# Line

There are three types of lines in [math][3]^n[/math]: *combinatorial lines*, *geometric lines*, and *algebraic lines*. (For all three notions there are obvious analogues defined on [math][k]^n[/math] for more general values of k, including k=2.)

For us, the most important (and most restrictive) notion is that of a *combinatorial line*, which is a set of three points in [math][3]^n[/math], formed by taking a string with one or more wildcards [math]\ast[/math] in it, e.g., [math]112\!\ast\!\!1\!\ast\!\ast3\ldots[/math], and replacing those wildcards by [math]1, 2[/math] and [math]3[/math], respectively. In the example given, the resulting combinatorial line is: [math]\{ 11211113\ldots, 11221223\ldots, 11231333\ldots \}[/math]. Sets without any combinatorial lines are called *line-free*. The higher-dimensional analogue of a combinatorial line is a combinatorial subspace. More precisely, a d-dimensional combinatorial subspace is obtained by taking d disjoint subsets [math]W_1,\dots,W_d[/math] of [math][n],[/math] fixing the values of all coordinates outside these subsets, and taking all points that equal the fixed values outside the [math]W_i[/math] and are constant on each [math]W_i.[/math] Sometimes one adds the restriction that the maximum of each [math]W_i[/math] is less than the minimum of [math]W_{i+1}[/math]. (In particular, the Hales-Jewett theorem or its density analogue can be straightforwardly generalized to yield a monochromatic subspace of this more stronger kind.)

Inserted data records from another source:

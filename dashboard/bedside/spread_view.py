"""The 'how sure' panel of the bedside screen: ranges from the analyser tolerances and from
the curve models (watches ``state.doubt``)."""

from __future__ import annotations

import html

import panel as pn

from .panes import BedsidePanel, heading, table_pane
from .state import BedsideState


class HowSurePanel(BedsidePanel):
    """Shunt, VO2 and in-situ P50 over the analyser tolerances; SaO2, P50 and O2 extracted
    per litre over the four curve models."""

    def __init__(self, state: BedsideState, **params):
        super().__init__(state, **params)
        doubt = state.doubt
        self._set = pn.widgets.Select.from_param(
            doubt.param.tolerance_set, css_classes=["o2-bs-tolerance-set"], width=300
        )
        self._table = table_pane("o2-bs-how-sure")
        self._layout = pn.Column(
            heading("How sure"),
            self._set,
            self._table,
            sizing_mode="stretch_width",
        )
        doubt.param.watch(self._update, ["tolerance", "curve_spread"])
        state.case.param.watch(self._update, ["pressure_unit"])
        self._update()

    def _rows(self, rows, title: str) -> str:
        if not rows:
            return ""
        body = "".join(
            f"<tr data-key='{r.key}'><td>{html.escape(r.label)}"
            f"<div class='src'>{html.escape(r.note)}</div></td>"
            f"<td class='val'>{html.escape(r.value)}</td>"
            f"<td class='delta'>{html.escape(r.low)}–{html.escape(r.high)}</td>"
            f"<td>{html.escape(r.unit)}</td></tr>"
            for r in rows
        )
        return f"<tr class='grp'><td colspan='4'>{html.escape(title)}</td></tr>{body}"

    def _update(self, *_events) -> None:
        doubt = self._state.doubt
        tol = doubt.tolerance_rows()
        curve = doubt.curve_rows()
        if not tol and not curve:
            self._table.object = (
                "<p style='color:#46545c'>Calculate a measured gas to see how far the numbers "
                "move within the analyser tolerances; fit it to compare the curve models.</p>"
            )
            return
        self._table.object = (
            "<table class='o2t o2-bs-doubt'><tr><th>Quantity</th>"
            "<th style='text-align:right'>Value</th><th style='text-align:right'>Range</th>"
            "<th>Unit</th></tr>"
            + self._rows(tol, "Within the analyser tolerances (every combination)")
            + self._rows(curve, "Between the four curve models (fitted case)")
            + "</table>"
            + f"<div class='src'>{html.escape(doubt.source())}</div>"
        )
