"""Words of the bedside screen in the units on screen: plan changes, what-if labels, flags.

No Panel import here. The model words some of its results itself (a what-if's label
"Transfuse: Hb 8.5 → 10.0 g/dL", a note "760 mmHg assumed", a flag "PaCO2 [mmHg] below
35"); the screen shows them in the pressure and Hb units chosen, so every pressure and Hb in
such a text is moved to the display unit here, and flags are worded again from
``model.bedside.USUAL_RANGES`` with the value as shown. Plan changes are typed and read in
display units (Hb in g/L, a shunt change in % points).
"""

from __future__ import annotations

import math
import re

from ...model import bedside
from ...model.plans import CHANGE_KINDS, Change, Step
from ..case.state import CaseState
from .display import format_value, from_display, to_display

ADULT_AGE_YEARS = 80.0
"""Age whose expected A-a gradient stands for 'adult' when no age is given: the upper end of
adult ages, so that a gradient above it is high for any adult (common practice, no source)."""

# ------------------------------------------------------------------ plan changes
KIND_ORDER = ("fio2", "hb", "cardiac_output", "temperature", "ph", "shunt")

_KIND_LABELS = {
    "fio2": "FiO2 to",
    "hb": "Transfuse to Hb",
    "cardiac_output": "Cardiac output to",
    "temperature": "Cool to",
    "ph": "Correct pH to (read at 37 °C)",
    "shunt": "Shunt change by",
}


def kind_unit(case: CaseState, kind: str) -> str:
    """The unit a change of this kind is typed in ('' for FiO2 and pH)."""
    return {
        "fio2": "",
        "hb": case.hb_unit,
        "cardiac_output": "L/min",
        "temperature": "°C",
        "ph": "",
        "shunt": "% points",
    }[kind]


def kind_name(kind: str) -> str:
    """'Transfuse to Hb': what a change of this kind does, without its unit."""
    return _KIND_LABELS[kind]


def kind_label(case: CaseState, kind: str) -> str:
    """'Transfuse to Hb (g/L)': the label of a change with its display unit."""
    unit = kind_unit(case, kind)
    return _KIND_LABELS[kind] + (f" ({unit})" if unit else "")


def kind_choices(case: CaseState) -> dict[str, str]:
    """Label -> kind, for a picker."""
    return {kind_label(case, k): k for k in KIND_ORDER}


def change_to_display(case: CaseState, kind: str, value: float) -> float:
    """A change's value (model units) in the unit it is typed in."""
    if kind == "hb":
        return to_display(case, "hb_g_dl", value)
    if kind == "shunt":
        return round(100.0 * value, 2)
    return float(value)


def change_from_display(case: CaseState, kind: str, value: float) -> float:
    """A typed change value -> model units."""
    if kind == "hb":
        return from_display(case, "hb_g_dl", value)
    if kind == "shunt":
        return float(value) / 100.0
    return float(value)


def change_range(case: CaseState, kind: str) -> str:
    """The allowed values of a change in display units, '50–180 g/L'."""
    k = CHANGE_KINDS[kind]
    lo, hi = (change_to_display(case, kind, v) for v in (k.low, k.high))
    unit = kind_unit(case, kind)
    return f"{lo:g}–{hi:g}" + (f" {unit}" if unit else "")


def _quantity(case: CaseState, kind: str, value: float) -> str:
    """The quantity a change acts on, as shown: '85 g/L', '0.60', '29.4 %', '39.0 °C'."""
    if not math.isfinite(value):
        return "–"
    if kind == "hb":
        return f"{format_value(case, 'hb_g_dl', value)} {case.hb_unit}"
    if kind == "fio2":
        return f"{value:.2f}"
    if kind == "ph":
        return f"{value:.2f}"
    if kind == "shunt":
        return f"{100.0 * value:.1f} %"
    if kind == "temperature":
        return f"{value:.1f} °C"
    return f"{value:.1f} L/min"


def change_text(case: CaseState, change: Change) -> str:
    """A change as typed: 'Transfuse to Hb 100 g/L, stored blood'."""
    shown = change_to_display(case, change.kind, change.value)
    unit = kind_unit(case, change.kind)
    if change.kind == "hb":
        value = format_value(case, "hb_g_dl", change.value)
    elif change.kind == "shunt":
        value = f"{shown:+.0f}" if float(shown).is_integer() else f"{shown:+.1f}"
        value = value.replace("-", "−")
    elif change.kind in ("fio2", "ph"):
        value = f"{shown:.2f}"
    else:
        value = f"{shown:.1f}"
    text = f"{_KIND_LABELS[change.kind]} {value}" + (f" {unit}" if unit else "")
    if change.kind == "hb" and change.stored_blood:
        text += ", stored blood"
    return text


_STEP_NAMES = {
    "fio2": "FiO2",
    "hb": "Transfuse: Hb",
    "cardiac_output": "Cardiac output",
    "temperature": "Cool:",
    "ph": "pH (read at 37 °C)",
    "shunt": "Shunt",
}


def step_text(case: CaseState, step: Step) -> str:
    """A step as applied: 'Transfuse: Hb 85 → 100 g/L', or why it changed nothing."""
    kind = step.change.kind
    if not step.applied:
        return f"{change_text(case, step.change)}: {step.note[0].lower()}{step.note[1:]}"
    before = _quantity(case, kind, step.before)
    after = _quantity(case, kind, step.after)
    unit_tail = re.search(r" [^\d.−-]+$", after)
    if unit_tail and before.endswith(unit_tail.group(0)):
        before = before[: -len(unit_tail.group(0))]
    text = f"{_STEP_NAMES[kind]} {before} → {after}"
    if kind == "hb" and step.change.stored_blood:
        text += ", stored blood"
    return text


# ------------------------------------------------------------------ numbers in tables
KIND_UNITS = {
    "percent": "%",
    "fraction": "",
    "content": "mL/dL",
    "temperature": "°C",
    "flow": "mL/min",
    "per_litre": "mL O2/L",
}
"""Units of the kinds of number the plan, shift and 'how sure' tables show; pressures
("pressure", "p50") and Hb ("hb") follow the display units."""


def number(case: CaseState, kind: str, value: float, delta: bool = False) -> str:
    """A value (model units) as those tables show it, or a change ('+1.4', '±0').

    Pressures to 1 decimal in kPa and none in mmHg (P50 one more); Hb as the form shows it;
    fractions in percent to 1 decimal; FiO2 to 2; contents and temperatures to 1; flows whole.
    """
    if not math.isfinite(value):
        return "–"
    if kind in ("pressure", "p50"):
        shown = case.pressure_to_display(value)
        digits = (1 if case.pressure_unit == "kPa" else 0) + (kind == "p50")
    elif kind == "hb":
        if not delta:
            return format_value(case, "hb_g_dl", value)
        shown, digits = case.hb_to_display(value), 0 if case.hb_unit == "g/L" else 1
    elif kind == "percent":
        shown, digits = 100.0 * value, 1
    elif kind == "fraction":
        shown, digits = value, 2
    elif kind in ("content", "temperature"):
        shown, digits = value, 1
    else:
        shown, digits = value, 0
    if delta:
        if round(shown, digits) == 0:
            return "±0"
        return f"{shown:+.{digits}f}".replace("-", "−")
    return f"{shown:.{digits}f}".replace("-", "−")


def unit_of(case: CaseState, kind: str) -> str:
    """The unit of a kind of :func:`number`."""
    if kind in ("pressure", "p50"):
        return case.pressure_unit
    if kind == "hb":
        return case.hb_unit
    return KIND_UNITS[kind]


# ------------------------------------------------------------------ model texts
_NUMBER = r"(\d+(?:\.\d+)?)"
_UNIT_TEXT = re.compile(_NUMBER + r"(\s*(?:→|–|-)\s*" + _NUMBER + r")?\s*(mmHg|g/dL)\b")
_SHUNT_LABEL = re.compile(r"^Shunt (\d\.\d+) → (\d\.\d+)$")


def _pressure(case: CaseState, mmhg: float) -> str:
    shown = case.pressure_to_display(mmhg)
    if case.pressure_unit == "kPa":
        return f"{shown:.1f}" if abs(shown) >= 10 else f"{shown:.2f}"
    return f"{shown:g}"


def _hb(case: CaseState, g_dl: float) -> str:
    return format_value(case, "hb_g_dl", g_dl)


def in_display_units(case: CaseState, text: str) -> str:
    """``text`` with every 'n mmHg' / 'a → b g/dL' moved to the display units.

    Only when a display unit differs from the model's; the digits follow the display unit
    (kPa to one decimal above 10, g/L whole).
    """
    if case.pressure_unit == "mmHg" and case.hb_unit == "g/dL":
        return text

    def moved(match: re.Match) -> str:
        unit = match.group(4)
        if unit == "mmHg" and case.pressure_unit == "mmHg":
            return match.group(0)
        if unit == "g/dL" and case.hb_unit == "g/dL":
            return match.group(0)
        convert = _pressure if unit == "mmHg" else _hb
        new_unit = case.pressure_unit if unit == "mmHg" else case.hb_unit
        first = convert(case, float(match.group(1)))
        if match.group(3) is None:
            return f"{first} {new_unit}"
        arrow = re.match(r"\s*(→|–|-)\s*", match.group(2)).group(0)
        return f"{first}{arrow}{convert(case, float(match.group(3)))} {new_unit}"

    return _UNIT_TEXT.sub(moved, text)


def lever_label(case: CaseState, label: str) -> str:
    """A ranked what-if's label in display units (a shunt change in %, as shown elsewhere)."""
    shunt = _SHUNT_LABEL.match(label)
    if shunt:
        a, b = (100.0 * float(g) for g in shunt.groups())
        return f"Shunt {a:.1f} → {b:.1f} %"
    return in_display_units(case, label)
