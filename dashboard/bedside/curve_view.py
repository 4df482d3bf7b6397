"""The patient's curve on the bedside screen, with the measured points on it."""

from __future__ import annotations

import panel as pn
from bokeh.models import ColumnDataSource, LabelSet

from ..look import ARTERIAL, INK, REFERENCE, VENOUS
from ..responsive import Deferred, Gate, set_data
from ..widgets import saturation_figure
from .panes import BedsidePanel
from .state import BedsideState


class PatientCurve(BedsidePanel):
    """The fitted (else live) curve with the measured arterial and venous points on it.

    Redrawn after the numbers of a change, and only while ``gate`` (the tab) is shown.
    """

    def __init__(self, state: BedsideState, gate: Gate | None = None, **params):
        super().__init__(state, **params)
        self._lines = ColumnDataSource(data={"x": [], "arterial": [], "venous": [], "standard": []})
        self._points = ColumnDataSource(
            data={"x": [], "y": [], "color": [], "label": [], "align": [], "dx": []}
        )
        fig = saturation_figure(330, "", "14px")
        fig.line(
            "x",
            "standard",
            source=self._lines,
            color=REFERENCE,
            line_dash="dotted",
            line_width=1.5,
            legend_label="standard state",
        )
        fig.line(
            "x",
            "arterial",
            source=self._lines,
            color=ARTERIAL,
            line_width=3,
            legend_label="arterial",
        )
        fig.line(
            "x", "venous", source=self._lines, color=VENOUS, line_width=2, legend_label="venous"
        )
        fig.scatter(
            "x",
            "y",
            source=self._points,
            marker="square",
            size=13,
            color="color",
            line_color="white",
            line_width=2,
            legend_label="measured",
        )
        fig.add_layout(
            LabelSet(
                x="x",
                y="y",
                text="label",
                source=self._points,
                x_offset="dx",
                y_offset=-16,
                text_align="align",
                text_font_size="12px",
                text_color=INK,
            )
        )
        fig.legend.location = "bottom_right"
        fig.legend.label_text_font_size = "12px"
        fig.legend.background_fill_alpha = 0.8
        self._fig = fig
        self._layout = pn.Column(
            pn.pane.Bokeh(fig, sizing_mode="stretch_width"),
            css_classes=["o2-bs-curve"],
            sizing_mode="stretch_width",
        )
        # The fit is set anew (to None at least) on every accepted measurement: watching
        # it, even when set to an equal value, follows both with one redraw.
        later = Deferred(self._update, gate)
        state.fitting.param.watch(later, ["fit"], onlychanged=False)
        state.case.param.watch(later, ["pressure_unit", "result"])
        self._update()

    def _update(self, *_events) -> None:
        st = self._state
        view = st.patient_curve()
        self._fig.title.text = view["title"]
        moved = view["moved"]
        self._fig.xaxis.axis_label = view["x_label"]
        self._fig.x_range.end = view["x_max"]
        set_data(self._lines, {k: view[k] for k in ("x", "arterial", "venous", "standard")})
        xs, ys, colors, labels = [], [], [], []
        for key, color, text in (
            ("measured_arterial", ARTERIAL, "measured PaO2, SaO2"),
            ("measured_venous", VENOUS, "measured PvO2, SvO2"),
        ):
            x, y = view[key]
            if x is not None:
                xs.append(x)
                ys.append(y)
                colors.append(color)
                labels.append(text + moved)
        # The arterial point sits on the plateau, near the right edge: its words go left.
        aligns = ["right" if c == ARTERIAL else "left" for c in colors]
        dxs = [-10 if a == "right" else 10 for a in aligns]
        data = {"x": xs, "y": ys, "color": colors, "label": labels, "align": aligns, "dx": dxs}
        set_data(self._points, data)
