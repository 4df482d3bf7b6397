"""The measured-gas tab of the case screen: a patient's gases, the fit, what-ifs, saved cases."""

The most general notion of a line is that of an *algebraic line*, which is a set of three points of the form x, x+r, x+2r, where we identify [math][3]^n[/math] with [math]({\Bbb Z}/3{\Bbb Z})^n[/math] and r is non-zero. Every combinatorial line is an algebraic line, but not conversely. For instance [math]\{23, 31, 12\}[/math] is an algebraic line (but not a combinatorial or geometric line). Sets without any algebraic lines are called *cap-sets*.

Intermediate between these is the notion of a *geometric line*: an arithmetic progression in [math][3]^n[/math], which we now identify as a subset of [math]{\Bbb Z}^n[/math]. Every combinatorial line is geometric, and every geometric line is algebraic, but not conversely. For instance, [math]\{ 31, 22, 13 \}[/math] is a geometric line (and thus algebraic) but not a combinatorial line. Sets without any geometric lines are called *Moser sets*: see Moser's cube problem. One can view geometric lines as being like combinatorial lines, but with a second wildcard y which goes from 3 to 1 whilst x goes from 1 to 3, e.g. xx2yy gives the geometric line 11233, 22222, 33211.